European mafias 'generate 110bn a year'

Equal to 1% of European GDP

(ANSA) - Rome, May 4 - Europe's main criminal gangs generate 110 billion euros a year in turnover from their illicit activities, a study on organized crime produced for the European Commission showed Monday.
    This is equal to 1% of European Union GDP, according to the the study by Michele Riccardi and Ernesto Savona at the Joint Research Center on Transnational Crime (Transcrime) titled Organized Crime Portfolio.
    The report focusing on Britain, Finland, France, Holland, Ireland, Italy, and Spain showed the Italian mob - in its regional variations as the Neapolitan Camorra, the Sicilian Mafia, and the 'Ndrangheta in Puglia - is in the forefront in terms of volume of illicit profits, which it then launders and funnels into the legal economy.

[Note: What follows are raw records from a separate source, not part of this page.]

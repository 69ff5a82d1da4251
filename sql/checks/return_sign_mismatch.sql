-- rule: return_sign_mismatch
-- severity: warn
-- A returned line (negative quantity) with a positive net amount: the customer would have paid
-- for a return. Usually the export writes refunds unsigned; the row is kept (amounts are netted
-- as they are), so the order's net amount is likely too high.
-- Reads: staged_transactions
-- Parameters: none
WITH lines AS (
    SELECT _row_id, quantity, net_amount FROM staged_transactions
)

SELECT
    'transactions' AS table_name,
    _row_id,
    'quantity ' || CAST(quantity AS VARCHAR) || ' is a return but net_amount ' || CAST(net_amount AS VARCHAR)
    || ' is positive; a refund should be negative' AS detail
FROM lines
WHERE quantity < 0 AND net_amount > 0
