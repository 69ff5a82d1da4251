-- rule: unparseable_value
-- severity: reject
-- A value is present but cannot be read as its contract type (a date that is not a date, a
-- number with a stray character); the original text is kept in the rejects table.
-- Reads: staged_all
-- Parameters: none
WITH rows_read AS (
    SELECT table_name, _row_id, _unparseable FROM staged_all
)
SELECT
    table_name,
    _row_id,
    'cannot parse: ' || _unparseable AS detail
FROM rows_read
WHERE _unparseable <> ''
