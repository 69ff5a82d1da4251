-- rule: future_timestamp
-- severity: warn
-- A timestamp later than the moment the check runs: a clock or export fault.
-- Reads: staged_transactions, staged_assignments
-- Parameters: getvariable('checked_at') (the run's start, UTC)
WITH stamped AS (
    SELECT 'transactions' AS table_name, _row_id, 'ordered_at' AS column_name, ordered_at AS stamp
    FROM staged_transactions
    UNION ALL
    SELECT 'assignments', _row_id, 'assigned_at', assigned_at FROM staged_assignments
)

SELECT
    table_name,
    _row_id,
    column_name || ' ' || CAST(stamp AS VARCHAR) || ' is in the future' AS detail
FROM stamped
WHERE stamp > getvariable('checked_at')
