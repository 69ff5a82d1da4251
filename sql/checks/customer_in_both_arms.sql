-- rule: customer_in_both_arms
-- severity: warn
-- A customer assigned to both the treatment and the holdout of one promotion. Kept; the panels
-- use the customer's earliest assignment.
-- Reads: staged_assignments
-- Parameters: none
WITH arms AS (
    SELECT promotion_id, customer_id, count(DISTINCT arm) AS arm_count
    FROM staged_assignments
    WHERE promotion_id IS NOT NULL AND customer_id IS NOT NULL AND arm IS NOT NULL
    GROUP BY promotion_id, customer_id
)

SELECT
    'assignments' AS table_name,
    s._row_id,
    'customer in both arms of promotion ' || s.promotion_id AS detail
FROM staged_assignments AS s
INNER JOIN arms AS a ON s.promotion_id = a.promotion_id AND s.customer_id = a.customer_id
WHERE a.arm_count > 1
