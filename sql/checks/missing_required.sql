-- rule: missing_required
-- severity: reject
-- A required value is missing: null, or text that is empty or blank.
-- Reads: staged_all (one row per export row of every table, from the source layer)
-- Parameters: none
WITH rows_read AS (
    SELECT table_name, _row_id, _missing FROM staged_all
)
SELECT
    table_name,
    _row_id,
    'missing: ' || _missing AS detail
FROM rows_read
WHERE _missing <> ''
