-- rule: date_outside_partition
-- severity: reject
-- An order line whose order date is not a day its file's folders promise (an export partitioned
-- by order date, tables.transactions.date_partition): a line filed under order_date=2026-01-31/
-- must be dated 2026-01-31. Files are skipped by their folder names alone ([period], build
-- --since), so a misfiled line is rejected rather than trusted; with no date_partition this rule
-- reads an empty table and trips nothing.
-- Reads: staged_transactions, partition_bounds (each dated file's first and last day)
-- Parameters: none
SELECT
    'transactions' AS table_name,
    s._row_id,
    'ordered_at ' || CAST(CAST(s.ordered_at AS DATE) AS VARCHAR) || ' is not in the days of its folder, '
        || CAST(b.first_day AS VARCHAR) || ' to ' || CAST(b.last_day AS VARCHAR) AS detail
FROM staged_transactions AS s
INNER JOIN partition_bounds AS b ON s._source_file = b._source_file
WHERE CAST(s.ordered_at AS DATE) < b.first_day OR CAST(s.ordered_at AS DATE) > b.last_day
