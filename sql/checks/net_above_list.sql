-- rule: net_above_list
-- severity: warn
-- A line that paid more than its list amount (a negative discount), beyond a cent of rounding.
-- Returned lines carry negative amounts, so sizes are compared.
-- Reads: staged_transactions
-- Parameters: none
WITH lines AS (
    SELECT _row_id, net_amount, list_amount FROM staged_transactions
    WHERE net_amount IS NOT NULL AND list_amount IS NOT NULL
)

SELECT
    'transactions' AS table_name,
    _row_id,
    'net ' || round(net_amount, 2) || ' above list ' || round(list_amount, 2) AS detail
FROM lines
WHERE abs(net_amount) > abs(list_amount) + 0.01
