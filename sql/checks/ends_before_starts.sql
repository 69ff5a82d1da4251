-- rule: ends_before_starts
-- severity: reject
-- A promotion whose last day comes before its first day cannot be placed on the calendar.
-- Reads: staged_promotions
-- Parameters: none
WITH promotions_read AS (
    SELECT _row_id, promotion_id, starts_at, ends_at FROM staged_promotions
)

SELECT
    'promotions' AS table_name,
    _row_id,
    'promotion ' || promotion_id || ' ends ' || CAST(ends_at AS VARCHAR)
        || ' before it starts ' || CAST(starts_at AS VARCHAR) AS detail
FROM promotions_read
WHERE CAST(ends_at AS DATE) < CAST(starts_at AS DATE)
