-- rule: unparseable_optional
-- severity: warn
-- An optional value is present but cannot be read as its type (a depth written '15%', a cost
-- 'abc'). The value is left empty (NULL) and the row is kept, so it never drops the row nor the
-- rows that reference it; the original text is kept in the detail.
-- Reads: staged_all
-- Parameters: none
WITH rows_read AS (
    SELECT table_name, _row_id, _unparseable_optional FROM staged_all
)

SELECT
    table_name,
    _row_id,
    _unparseable_optional || ' cannot be read as its type; left empty, the row is kept' AS detail
FROM rows_read
WHERE _unparseable_optional <> ''
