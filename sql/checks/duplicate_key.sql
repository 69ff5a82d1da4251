-- rule: duplicate_key
-- severity: reject
-- A promotion, customer or product listed twice with different values: the first row (in file
-- order) is kept and later ones are rejected, so that every join on the key stays one-to-one.
-- Exact copies are already rejected by duplicate_row.
-- Reads: staged_promotions, staged_customers, staged_products
-- Parameters: none
WITH keyed AS (
    SELECT 'promotions' AS table_name, _row_id, _file_row, promotion_id AS key_value FROM staged_promotions
    UNION ALL
    SELECT 'customers', _row_id, _file_row, customer_id FROM staged_customers
    UNION ALL
    SELECT 'products', _row_id, _file_row, product_id FROM staged_products
),

ranked AS (
    SELECT
        table_name,
        _row_id,
        key_value,
        row_number() OVER (PARTITION BY table_name, key_value ORDER BY _row_id) AS copy_number,
        first_value(_file_row) OVER (PARTITION BY table_name, key_value ORDER BY _row_id) AS first_row
    FROM keyed
    WHERE key_value IS NOT NULL
)

SELECT
    table_name,
    _row_id,
    'key ' || key_value || ' already given in row ' || first_row AS detail
FROM ranked
WHERE copy_number > 1
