-- rule: unknown_promotion
-- severity: reject
-- An order line or an assignment names a promotion that the (accepted) promotions table lacks.
-- Runs after every promotions rule, so a rejected promotion counts as unknown.
-- Reads: staged_transactions, staged_assignments, accepted_promotions
-- Parameters: none
WITH referencing AS (
    SELECT 'transactions' AS table_name, _row_id, promotion_id FROM staged_transactions
    WHERE promotion_id IS NOT NULL
    UNION ALL
    SELECT 'assignments', _row_id, promotion_id FROM staged_assignments
    WHERE promotion_id IS NOT NULL
)

SELECT
    r.table_name,
    r._row_id,
    'promotion_id ' || r.promotion_id || ' is not in the promotions table' AS detail
FROM referencing AS r
ANTI JOIN accepted_promotions AS p ON r.promotion_id = p.promotion_id
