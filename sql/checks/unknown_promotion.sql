-- rule: unknown_promotion
-- severity: reject
-- An order line or an assignment names a promotion that the (accepted) promotions table lacks.
-- Runs after every promotions rule, so a rejected promotion counts as unknown; the detail then
-- names why that promotion's own row was rejected (the real cause to fix).
-- Reads: staged_transactions, staged_assignments, accepted_promotions, rejected_promotions
-- Parameters: none
WITH referencing AS (
    SELECT 'transactions' AS table_name, _row_id, promotion_id FROM staged_transactions
    WHERE promotion_id IS NOT NULL
    UNION ALL
    SELECT 'assignments', _row_id, promotion_id FROM staged_assignments
    WHERE promotion_id IS NOT NULL
),

rejected_rows AS (
    SELECT promotion_id, arg_min(rule || ': ' || detail, rule_order) AS cause
    FROM rejected_promotions
    WHERE promotion_id IS NOT NULL
    GROUP BY promotion_id
)

SELECT
    r.table_name,
    r._row_id,
    CASE
        WHEN x.cause IS NOT NULL THEN 'promotion_id ' || r.promotion_id
            || ' was rejected in the promotions table (' || x.cause || '); fix that row'
        ELSE 'promotion_id ' || r.promotion_id || ' is not in the promotions table'
    END AS detail
FROM referencing AS r
LEFT JOIN rejected_rows AS x ON r.promotion_id = x.promotion_id
ANTI JOIN accepted_promotions AS p ON r.promotion_id = p.promotion_id
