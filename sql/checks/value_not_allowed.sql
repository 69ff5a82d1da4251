-- rule: value_not_allowed
-- severity: reject
-- An assignment's arm, or a promotion's mechanic or audience, is not one of the contract's values
-- (after the config's value mapping). The allowed lists are bound as variables by the runner,
-- with a text that names the export's own codes where the config maps them.
-- Reads: staged_assignments, staged_promotions
-- Parameters: getvariable('allowed_arm'), getvariable('allowed_mechanic'), getvariable('allowed_audience'),
--             and the same with '_text' (what the message lists)
WITH coded AS (
    SELECT 'assignments' AS table_name, _row_id, 'arm' AS column_name, arm AS value,
           getvariable('allowed_arm') AS allowed, getvariable('allowed_arm_text') AS allowed_text
    FROM staged_assignments
    UNION ALL
    SELECT 'promotions', _row_id, 'mechanic', mechanic, getvariable('allowed_mechanic'),
           getvariable('allowed_mechanic_text')
    FROM staged_promotions
    UNION ALL
    SELECT 'promotions', _row_id, 'audience', audience, getvariable('allowed_audience'),
           getvariable('allowed_audience_text')
    FROM staged_promotions
)

SELECT
    table_name,
    _row_id,
    column_name || ' = ' || value || ' is not ' || allowed_text AS detail
FROM coded
WHERE value IS NOT NULL AND NOT list_contains(allowed, value)
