def _randomised(readout, tables, timing, effects) -> None:
    """Treatment vs holdout rate ratios in the campaign window and after it (intention to treat)."""
    level = 1 - timing.alpha
    cells = tables.arm_cells()
    readout.randomised = {}
    try:
        fits = fit_windows(cells, alpha=timing.alpha, bootstrap_rounds=timing.bootstrap_rounds, seed=timing.seed,
                           min_arm_customers=timing.min_arm_customers)
    except AnalysisError as exc:
        for effect in RANDOMISED_WINDOWS:
            effects.append(_empty_row(effect, "all", MODEL_RANDOMISED, 0, level, f"not estimable: {exc}",
                                      basis="randomised", is_primary=True))
        return
    for effect, window in RANDOMISED_WINDOWS.items():
        fit = fits[window]
        readout.randomised[effect] = fit
        what = ("in the campaign window" if window == "during" else
                "in the window after the campaign (after_days, cut at the export's end)")
        for row in fit.ratios_.itertuples():
            scope = "all" if row.stratum == POOLED else row.stratum
            if not row.is_estimable:
                effects.append(_empty_row(effect, scope, MODEL_RANDOMISED, row.n_treated + row.n_holdout, level,
                                          row.reason, basis="randomised", is_primary=True))
                continue
            pooled = (f"pooled over {len(fit.usable_)} campaign(s) with a holdout: Poisson model with one intercept per "
                      "campaign (stratified by campaign)" if scope == "all" else f"campaign {scope}")
            effects.append({
                "effect": effect, "scope": scope, "estimate": float(row.rate_ratio), "ci_low": float(row.ci_low),
                "ci_high": float(row.ci_high), "model": MODEL_RANDOMISED, "basis": "randomised", "is_primary": True,
                "n_customers": int(row.n_treated + row.n_holdout),
                "n_events": int(row.treated_orders + row.holdout_orders), "ci_level": level,
                "note": (f"randomised contrast (intention to treat): daily order rate of the treatment arm / the holdout "
                         f"arm {what}, every assigned customer counted in their arm whether or not they redeemed; "
                         f"{pooled}; treated {row.treated_rate:.4f} vs holdout {row.holdout_rate:.4f} orders per "
                         f"customer-day ({row.n_treated} vs {row.n_holdout} customers); interval: "
                         f"{fit.interval_method_}"),
            })
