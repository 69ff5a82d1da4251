-- rule: order_outside_promotion_dates
-- severity: warn
-- An order line carries a promotion on a day outside that promotion's first and last day.
-- Returned lines (negative quantity) carry the promotion of the purchase they undo and come
-- later by nature: they are not flagged.
-- Reads: staged_transactions, accepted_promotions
-- Parameters: none
WITH lines AS (
    SELECT _row_id, promotion_id, CAST(ordered_at AS DATE) AS ordered_on
    FROM staged_transactions
    WHERE promotion_id IS NOT NULL AND ordered_at IS NOT NULL AND NOT quantity < 0
)

SELECT
    'transactions' AS table_name,
    l._row_id,
    'ordered ' || CAST(l.ordered_on AS VARCHAR) || ', promotion ' || l.promotion_id || ' runs '
        || CAST(CAST(p.starts_at AS DATE) AS VARCHAR) || ' to ' || CAST(CAST(p.ends_at AS DATE) AS VARCHAR) AS detail
FROM lines AS l
INNER JOIN accepted_promotions AS p ON l.promotion_id = p.promotion_id
WHERE l.ordered_on < CAST(p.starts_at AS DATE) OR l.ordered_on > CAST(p.ends_at AS DATE)
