"""Data files in: reading tables (read.py), the columns a profile or model sees (features.py), and
the rows, labels and values it sees, each change counted in a note (clean.py)."""
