"""The archive: one DuckDB file holding every task, profile, space, study and trial.

Rules kept here:

- every value from outside goes through a ``?`` placeholder; identifiers come
  only from this module;
- every logical write is one transaction (:meth:`Archive.transaction`), so a
  crash leaves the archive as it was before or after, never between;
- one process writes, others read (DuckDB's file lock); a second writer gets
  :class:`~warmstart.errors.ArchiveLockedError` naming the file and the fix;
- a damaged file (cut short, or a block failing DuckDB's checksum) gets
  :class:`~warmstart.errors.ArchiveDamagedError` naming the file and the fix
  (``warmstart curate salvage``); it is never written: a file cut short is
  refused on opening, and every block is read before a write opening.
"""

from __future__ import annotations

import contextlib
import hashlib
import json
import math
import os
import uuid
from datetime import datetime, timezone
from importlib import resources
from pathlib import Path
from typing import TYPE_CHECKING, Any, Iterator, Mapping, Sequence

import duckdb

from warmstart.archive.faults import archive_error, check_blocks, damaged_error, first_line, translated
from warmstart.archive.location import DEFAULT_ARCHIVE, default_archive_path
from warmstart.errors import ArchiveError

if TYPE_CHECKING:
    import pandas as pd

    from warmstart.space import Space

# numpy, pandas and the modules that need them (space, ingest) are imported where a method uses
# them: opening an archive and listing its studies (`warmstart studies`) stay quick.

__all__ = [
    "Archive", "SCHEMA_VERSION", "DEFAULT_ARCHIVE", "ARCHIVE_TABLES", "DATA_TABLES", "default_archive_path",
    "fingerprint", "utc_now",
]

SCHEMA_VERSION = 3
MIGRATIONS = {1: "schema_v1.sql", 2: "schema_v2.sql", 3: "schema_v3.sql"}  # version -> DDL that brings version-1 to version
#: oldest schema a read-only open accepts: version 2 only adds the service's tables (leases,
#: request ids, gain reports), which no reader outside the service touches; version 3 adds
#: trials.fold_scores, which a reader of an older file sees as missing (:meth:`Archive.trials`)
READABLE_FROM = 1
#: every table of the archive (schema_v1.sql, schema_v2.sql, schema_v3.sql), the allow-list of table names used in statements
ARCHIVE_TABLES = ("schema_version", "archive_info", "tasks", "profiles", "spaces", "studies", "trials",
                  "leases", "requests", "gain_reports")
#: the tables that hold history (what a merge, an export and an import carry); the service's
#: tables (leases, requests, gain_reports) are promises and records of the one service that owns
#: an archive, so they stay with it and are never carried (tests/test_cli_archive.py checks it)
DATA_TABLES = ("tasks", "profiles", "spaces", "studies", "trials")


def utc_now() -> datetime:
    """Now in UTC, as a naive datetime (how the archive stores times)."""
    return datetime.now(timezone.utc).replace(tzinfo=None)


def fingerprint(frame: pd.DataFrame, target: str) -> str:
    """Content hash of a dataset and its target column (SHA-256, hex).

    Row order matters; the index does not. Uses pandas' vectorised row
    hashing, so a million rows take well under a second.
    """
    import pandas as pd

    h = hashlib.sha256()
    h.update(json.dumps([str(c) for c in frame.columns]).encode())
    h.update(json.dumps([str(t) for t in frame.dtypes]).encode())
    h.update(str(target).encode())
    h.update(pd.util.hash_pandas_object(frame, index=False).to_numpy().tobytes())
    return h.hexdigest()
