def _uniform_runs(task: ReplayTask, budget: int, repeats: int, seed: int) -> Runs:
    """Uniform sampling (the random baseline), R independent runs."""
    hits = np.zeros((repeats, budget), dtype=bool)
    regret = np.zeros((repeats, budget))
    for r in range(repeats):
        hits[r], regret[r] = _score_configs(task, task.space.sample(budget, np.random.default_rng(seed + r)))
    return Runs(hits, regret)


def _one_task(args) -> tuple[TaskGain, dict]:
    from threadpoolctl import threadpool_limits

    with threadpool_limits(limits=1):  # small matrices: see _build_objective
        return _replay_one_task(*args)


def _replay_one_task(task: ReplayTask, prior: Prior, budget: int, repeats: int, seed: int) -> tuple[TaskGain, dict]:
    from warmstart.search.density import DensitySearch

    maximize = task.objective.maximize
    warm = _run(task, lambda s: DensitySearch(task.space, prior=prior, seed=s, maximize=maximize), budget, repeats, seed)
    cold = _run(task, lambda s: DensitySearch(task.space, prior=None, seed=s, maximize=maximize), budget, repeats, seed)
    rand = _uniform_runs(task, budget, repeats, seed)
    others = {"random": rand}
    curves = {"warm": warm, "cold": cold, "random": rand}
    for label, flat in (("defaults", True), ("nearest", False)):
        h, g = _score_configs(task, static_order(prior, flat, budget))
        h = np.pad(h, (0, budget - len(h)))
        g = np.pad(g, (0, budget - len(g)), constant_values=g[-1] if len(g) else 1.0)
        others[label] = Runs(h[None, :], g[None, :])
        curves[label] = others[label]
    result = compare(task.task, warm, cold, task.p, rng=seed, others=others)
    for label, q in hindsight_rates(task, prior, budget).items():
        result.extra[f"q_{label}"] = q
        result.extra[f"bits_{label}"] = math.log2(max(q, 0.5 / (budget + 1)) / task.p)
    sign = 1.0 if maximize else -1.0
    best = float(np.max(sign * task.objective.reference_scores))
    gap = best - sign * task.threshold
    result.extra["target_gap"] = gap
    # rule of thumb (common practice): CV estimates on small data move by about a point
    result.extra["within_noise"] = bool(gap < 0.01 * max(abs(best), 1e-12))
    return result, {k: (v.hits.mean(axis=0), v.regret.mean(axis=0)) for k, v in curves.items()}


@dataclass
class ReplayResult(GainResult):
    """Leave-one-task-out replay of one learner (see :class:`~warmstart.gain.bits.GainResult`).

    ``objective`` names how proposals were scored (see :func:`replay_tasks`).
    """

    objective: str = "nearest"


def leave_one_task_out(
    archive,
    learner: str,
    budget: int = 10,
    repeats: int = 30,
    gamma: float = 0.05,
    seed: int = 0,
    workers: int = 1,
    progress: Callable[[int, int], None] | None = None,
    tasks: Sequence[str] | None = None,
    objective: str = "nearest",
) -> ReplayResult:
    """Replay every archived study of ``learner`` with the task held out.

    Parameters
    ----------
    archive : Archive
    learner : str
    budget : int, default 10
        Queries per search.
    repeats : int, default 30
        Independent runs per search and task.
    gamma : float, default 0.05
        Size of the target set (top share of the recorded configs).
    seed : int
    workers : int, default 1
        Processes evaluating tasks in parallel.
    progress : callable(done, total), optional
    tasks : sequence of str, optional
        Only these held-out tasks (names).
    objective : {"nearest", "surrogate"}, default "nearest"
        How the held-out task's recorded trials score a proposal (see
        :func:`replay_tasks`).

    Returns
    -------
    ReplayResult
    """
    if objective not in OBJECTIVES:
        raise WarmstartError(f"replay objective must be one of {', '.join(OBJECTIVES)}; got {objective!r}")
    names = [sp[1] for sp in _replay_specs(archive, learner, 20)]
    if len(names) < 2:
        raise WarmstartError(
            f"replay needs studies of {learner!r} on at least 2 tasks with >= 20 successful trials; "
            f"found {len(names)}"
        )
    if tasks is not None:
        unknown = sorted(set(tasks) - set(names))
        if len(unknown) == len(set(tasks)):
            shown = ", ".join(repr(n) for n in sorted(names)[:12]) + (" ..." if len(names) > 12 else "")
            raise WarmstartError(
                f"no replayable study of {learner!r} on task(s) {', '.join(map(repr, unknown))}; "
                f"tasks with one: {shown}"
            )
        names = [n for n in names if n in set(tasks)]
    # a surrogate fit counts as one unit of work, as does replaying a task
    fits = len(names) if objective == "surrogate" else 0
    chosen = replay_tasks(archive, learner, gamma, objective=objective, only=names, workers=workers,
                          progress=progress, total=fits + len(names))
    cache: dict[str, list[Source]] = {}
    jobs = []
    for t in chosen:
        key = t.space.content_hash
        if key not in cache:
            cache[key] = load_sources(archive, learner, t.space)
        weighted = prior_sources(archive, t.profile, learner, t.space, exclude_tasks=[t.task_id], loaded=cache[key])
        prior = prior_from_sources(t.space, weighted, provenance={**prior_info(learner), "held_out": t.task})
        jobs.append((t, prior, budget, repeats, seed))
    results = map_jobs(_one_task, jobs, workers, progress, done_before=fits, total=fits + len(jobs))
    gains = [r[0] for r in results]
    curves = {}
    for label in results[0][1]:
        curves[label] = (
            np.mean([r[1][label][0] for r in results], axis=0),
            np.mean([r[1][label][1] for r in results], axis=0),
        )
    return ReplayResult(learner, budget, repeats, gamma, gains, pool(gains, rng=seed), curves, objective)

Counterfeiting was the biggest illicit moneymaker at 42.7 billion euros a year, followed by fraud with 29 billion euros a year and the drug trade, generating 28 billion euros a year.
    The illicit gains are traditionally laundered via investments in bars and restaurants, hotels, real estate and construction, food and clothing retail, and transportation.
    Emerging money-laundering sectors are renewable energy, waste management, the money transfer business, slot machines, and gaming, according to the report.
    Criminal investments tend to be concentrated in areas that are strategic (such as Andalusia in Spain), have ports and airports (such as Amsterdam and Rotterdam) or with a high organized crime presence - in Italy, that means the south, Lazio, and north-western regions with Lombardy in the lead.
    There is evidence of Italian mob investments throughout Europe, mostly in the construction, real estate, restaurant, and food wholesale and retail sectors, the report said.